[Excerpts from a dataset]
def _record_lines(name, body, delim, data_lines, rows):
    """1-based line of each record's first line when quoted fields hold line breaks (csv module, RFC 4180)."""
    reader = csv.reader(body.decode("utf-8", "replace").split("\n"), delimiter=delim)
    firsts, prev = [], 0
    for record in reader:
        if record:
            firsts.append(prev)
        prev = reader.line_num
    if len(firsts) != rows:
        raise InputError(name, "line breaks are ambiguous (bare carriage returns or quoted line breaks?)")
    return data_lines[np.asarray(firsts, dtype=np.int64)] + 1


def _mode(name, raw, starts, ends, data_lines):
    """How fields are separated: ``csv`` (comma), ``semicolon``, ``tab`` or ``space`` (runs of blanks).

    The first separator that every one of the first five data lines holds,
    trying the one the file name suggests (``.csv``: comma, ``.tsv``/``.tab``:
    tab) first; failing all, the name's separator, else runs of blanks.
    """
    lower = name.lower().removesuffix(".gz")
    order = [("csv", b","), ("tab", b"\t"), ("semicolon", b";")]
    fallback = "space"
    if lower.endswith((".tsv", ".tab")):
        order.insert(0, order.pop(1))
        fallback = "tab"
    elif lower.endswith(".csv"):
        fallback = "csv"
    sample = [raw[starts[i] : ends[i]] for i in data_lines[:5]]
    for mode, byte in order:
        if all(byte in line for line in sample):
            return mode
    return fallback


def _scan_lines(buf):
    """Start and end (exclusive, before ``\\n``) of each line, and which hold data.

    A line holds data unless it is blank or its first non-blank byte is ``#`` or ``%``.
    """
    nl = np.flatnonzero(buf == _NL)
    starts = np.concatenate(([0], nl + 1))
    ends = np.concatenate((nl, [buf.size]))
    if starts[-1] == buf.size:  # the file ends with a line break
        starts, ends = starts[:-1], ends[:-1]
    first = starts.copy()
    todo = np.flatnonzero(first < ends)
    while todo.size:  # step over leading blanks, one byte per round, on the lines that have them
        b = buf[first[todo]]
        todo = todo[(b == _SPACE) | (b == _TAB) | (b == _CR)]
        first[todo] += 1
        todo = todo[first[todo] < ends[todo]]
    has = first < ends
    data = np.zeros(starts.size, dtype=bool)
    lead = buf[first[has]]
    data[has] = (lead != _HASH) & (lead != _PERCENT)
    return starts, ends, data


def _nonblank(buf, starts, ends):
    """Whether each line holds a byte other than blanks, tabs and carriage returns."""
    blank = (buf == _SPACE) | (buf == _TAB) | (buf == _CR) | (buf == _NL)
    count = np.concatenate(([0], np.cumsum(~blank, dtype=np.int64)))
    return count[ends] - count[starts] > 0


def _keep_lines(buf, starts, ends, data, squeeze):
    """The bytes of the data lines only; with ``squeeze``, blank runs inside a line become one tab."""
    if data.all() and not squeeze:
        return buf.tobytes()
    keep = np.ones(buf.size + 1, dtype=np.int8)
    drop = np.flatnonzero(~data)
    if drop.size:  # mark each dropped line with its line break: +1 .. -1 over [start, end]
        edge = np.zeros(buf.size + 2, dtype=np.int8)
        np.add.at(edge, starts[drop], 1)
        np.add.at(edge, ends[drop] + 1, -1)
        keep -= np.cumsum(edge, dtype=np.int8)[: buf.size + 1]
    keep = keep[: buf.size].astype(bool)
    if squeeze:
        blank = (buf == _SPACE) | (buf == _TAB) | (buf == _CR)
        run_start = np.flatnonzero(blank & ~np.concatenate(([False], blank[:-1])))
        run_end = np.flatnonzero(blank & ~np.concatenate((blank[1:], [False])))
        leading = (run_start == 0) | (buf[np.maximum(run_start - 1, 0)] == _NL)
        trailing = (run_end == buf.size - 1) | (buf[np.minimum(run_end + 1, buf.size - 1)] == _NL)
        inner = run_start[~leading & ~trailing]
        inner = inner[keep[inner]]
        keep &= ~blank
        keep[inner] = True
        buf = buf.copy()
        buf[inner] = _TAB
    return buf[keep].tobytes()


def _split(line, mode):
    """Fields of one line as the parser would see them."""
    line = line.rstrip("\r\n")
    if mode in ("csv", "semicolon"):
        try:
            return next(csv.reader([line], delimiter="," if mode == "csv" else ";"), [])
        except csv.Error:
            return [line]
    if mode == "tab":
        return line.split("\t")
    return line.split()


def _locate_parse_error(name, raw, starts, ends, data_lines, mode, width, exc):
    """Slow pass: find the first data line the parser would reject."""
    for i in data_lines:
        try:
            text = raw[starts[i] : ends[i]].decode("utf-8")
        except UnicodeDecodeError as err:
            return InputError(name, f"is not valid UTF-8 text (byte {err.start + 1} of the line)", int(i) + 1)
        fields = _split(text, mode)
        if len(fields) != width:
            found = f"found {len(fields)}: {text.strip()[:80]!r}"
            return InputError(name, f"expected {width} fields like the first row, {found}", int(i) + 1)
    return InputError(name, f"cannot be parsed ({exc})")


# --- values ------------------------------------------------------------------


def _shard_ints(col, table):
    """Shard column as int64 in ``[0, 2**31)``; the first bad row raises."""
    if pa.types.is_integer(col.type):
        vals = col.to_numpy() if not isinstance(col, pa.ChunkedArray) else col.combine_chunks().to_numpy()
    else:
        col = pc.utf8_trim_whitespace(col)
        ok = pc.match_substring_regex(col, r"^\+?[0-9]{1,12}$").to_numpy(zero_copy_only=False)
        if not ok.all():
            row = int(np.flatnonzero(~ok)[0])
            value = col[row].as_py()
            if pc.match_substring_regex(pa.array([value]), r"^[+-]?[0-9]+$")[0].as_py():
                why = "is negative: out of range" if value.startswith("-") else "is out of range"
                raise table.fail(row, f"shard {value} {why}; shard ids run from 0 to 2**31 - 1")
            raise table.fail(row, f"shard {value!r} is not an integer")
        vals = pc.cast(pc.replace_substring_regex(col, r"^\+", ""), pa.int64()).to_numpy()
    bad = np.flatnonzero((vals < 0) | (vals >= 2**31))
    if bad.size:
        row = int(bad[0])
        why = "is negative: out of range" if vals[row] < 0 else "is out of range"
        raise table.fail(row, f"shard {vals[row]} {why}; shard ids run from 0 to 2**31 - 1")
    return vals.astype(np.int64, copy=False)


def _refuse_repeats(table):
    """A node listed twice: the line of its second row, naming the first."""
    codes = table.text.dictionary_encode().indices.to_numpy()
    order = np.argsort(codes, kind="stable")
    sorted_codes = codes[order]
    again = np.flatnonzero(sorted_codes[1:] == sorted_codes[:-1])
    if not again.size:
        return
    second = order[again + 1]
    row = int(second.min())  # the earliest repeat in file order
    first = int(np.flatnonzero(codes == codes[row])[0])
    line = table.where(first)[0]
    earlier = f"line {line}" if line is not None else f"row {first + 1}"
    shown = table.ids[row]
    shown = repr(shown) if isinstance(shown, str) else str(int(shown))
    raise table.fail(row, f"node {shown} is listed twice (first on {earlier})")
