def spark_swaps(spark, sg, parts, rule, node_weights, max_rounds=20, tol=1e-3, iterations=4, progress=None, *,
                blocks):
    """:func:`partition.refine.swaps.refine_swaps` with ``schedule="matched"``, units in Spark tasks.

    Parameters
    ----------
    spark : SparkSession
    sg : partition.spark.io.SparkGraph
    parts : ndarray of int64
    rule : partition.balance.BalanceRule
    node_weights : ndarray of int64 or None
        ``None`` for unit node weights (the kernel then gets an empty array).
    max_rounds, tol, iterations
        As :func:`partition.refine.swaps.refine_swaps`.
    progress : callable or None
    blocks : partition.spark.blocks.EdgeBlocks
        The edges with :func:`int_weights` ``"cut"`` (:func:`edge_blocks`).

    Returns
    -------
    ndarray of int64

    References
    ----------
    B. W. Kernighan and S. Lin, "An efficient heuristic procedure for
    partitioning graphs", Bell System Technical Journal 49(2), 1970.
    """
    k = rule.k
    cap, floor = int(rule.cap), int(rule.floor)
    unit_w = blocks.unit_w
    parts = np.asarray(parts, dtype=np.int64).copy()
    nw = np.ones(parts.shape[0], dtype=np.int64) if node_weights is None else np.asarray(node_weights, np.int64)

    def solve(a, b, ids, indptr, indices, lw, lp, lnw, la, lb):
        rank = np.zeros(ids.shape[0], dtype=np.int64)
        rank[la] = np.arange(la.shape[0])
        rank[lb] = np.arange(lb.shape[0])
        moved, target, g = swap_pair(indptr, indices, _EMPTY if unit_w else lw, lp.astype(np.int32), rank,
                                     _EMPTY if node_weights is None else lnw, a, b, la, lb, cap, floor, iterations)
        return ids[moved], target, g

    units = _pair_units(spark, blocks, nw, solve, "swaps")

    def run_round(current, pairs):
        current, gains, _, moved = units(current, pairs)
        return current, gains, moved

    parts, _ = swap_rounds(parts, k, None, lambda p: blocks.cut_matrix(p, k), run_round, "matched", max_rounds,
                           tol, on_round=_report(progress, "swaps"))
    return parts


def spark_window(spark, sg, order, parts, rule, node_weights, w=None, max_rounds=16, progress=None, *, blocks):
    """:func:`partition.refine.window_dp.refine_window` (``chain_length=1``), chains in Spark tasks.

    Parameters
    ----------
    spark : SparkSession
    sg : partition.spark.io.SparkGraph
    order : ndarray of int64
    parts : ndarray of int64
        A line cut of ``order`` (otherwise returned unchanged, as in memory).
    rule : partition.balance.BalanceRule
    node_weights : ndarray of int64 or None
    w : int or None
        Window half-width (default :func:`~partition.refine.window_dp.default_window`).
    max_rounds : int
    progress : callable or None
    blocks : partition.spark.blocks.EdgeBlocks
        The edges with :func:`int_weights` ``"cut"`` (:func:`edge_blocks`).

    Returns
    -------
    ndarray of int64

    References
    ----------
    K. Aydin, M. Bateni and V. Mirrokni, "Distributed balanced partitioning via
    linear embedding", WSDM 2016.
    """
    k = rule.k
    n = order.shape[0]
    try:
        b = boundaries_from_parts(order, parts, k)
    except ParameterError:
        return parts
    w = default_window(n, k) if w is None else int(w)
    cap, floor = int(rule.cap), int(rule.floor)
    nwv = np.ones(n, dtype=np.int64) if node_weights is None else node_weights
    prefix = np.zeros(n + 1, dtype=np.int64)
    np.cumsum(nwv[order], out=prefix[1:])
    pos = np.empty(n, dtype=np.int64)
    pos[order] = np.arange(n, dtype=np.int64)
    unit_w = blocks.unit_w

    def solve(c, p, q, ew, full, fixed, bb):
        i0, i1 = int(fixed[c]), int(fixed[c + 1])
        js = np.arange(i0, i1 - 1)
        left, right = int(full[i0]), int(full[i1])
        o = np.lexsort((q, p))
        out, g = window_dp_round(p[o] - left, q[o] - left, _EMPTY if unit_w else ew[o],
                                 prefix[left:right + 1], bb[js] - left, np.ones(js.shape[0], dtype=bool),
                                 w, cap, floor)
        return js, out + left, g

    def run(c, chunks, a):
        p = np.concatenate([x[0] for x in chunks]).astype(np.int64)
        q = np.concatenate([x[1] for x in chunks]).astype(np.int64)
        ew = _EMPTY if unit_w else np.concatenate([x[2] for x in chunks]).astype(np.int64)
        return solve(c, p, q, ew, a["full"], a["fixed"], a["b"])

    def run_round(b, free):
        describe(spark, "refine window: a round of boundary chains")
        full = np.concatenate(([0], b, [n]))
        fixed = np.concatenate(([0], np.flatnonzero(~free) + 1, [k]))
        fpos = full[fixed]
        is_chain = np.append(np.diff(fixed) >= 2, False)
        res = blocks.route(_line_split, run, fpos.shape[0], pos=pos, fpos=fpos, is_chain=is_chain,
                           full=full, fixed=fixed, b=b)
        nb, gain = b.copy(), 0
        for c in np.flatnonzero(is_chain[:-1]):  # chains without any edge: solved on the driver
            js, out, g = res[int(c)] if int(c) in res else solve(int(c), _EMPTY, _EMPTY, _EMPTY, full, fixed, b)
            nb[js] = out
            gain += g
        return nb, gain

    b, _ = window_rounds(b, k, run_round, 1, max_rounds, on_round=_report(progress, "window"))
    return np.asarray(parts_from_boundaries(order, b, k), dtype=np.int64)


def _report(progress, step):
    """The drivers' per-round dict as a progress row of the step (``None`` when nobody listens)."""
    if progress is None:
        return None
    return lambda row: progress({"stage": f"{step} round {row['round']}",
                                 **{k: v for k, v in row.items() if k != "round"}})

DIRECTIONS FOR THIS TASK:
Copy here each line of the preceding records with "text" in it.

EXPECTED ANSWER:
            text = raw[starts[i] : ends[i]].decode("utf-8")
            return InputError(name, f"is not valid UTF-8 text (byte {err.start + 1} of the line)", int(i) + 1)
        fields = _split(text, mode)
            found = f"found {len(fields)}: {text.strip()[:80]!r}"
    codes = table.text.dictionary_encode().indices.to_numpy()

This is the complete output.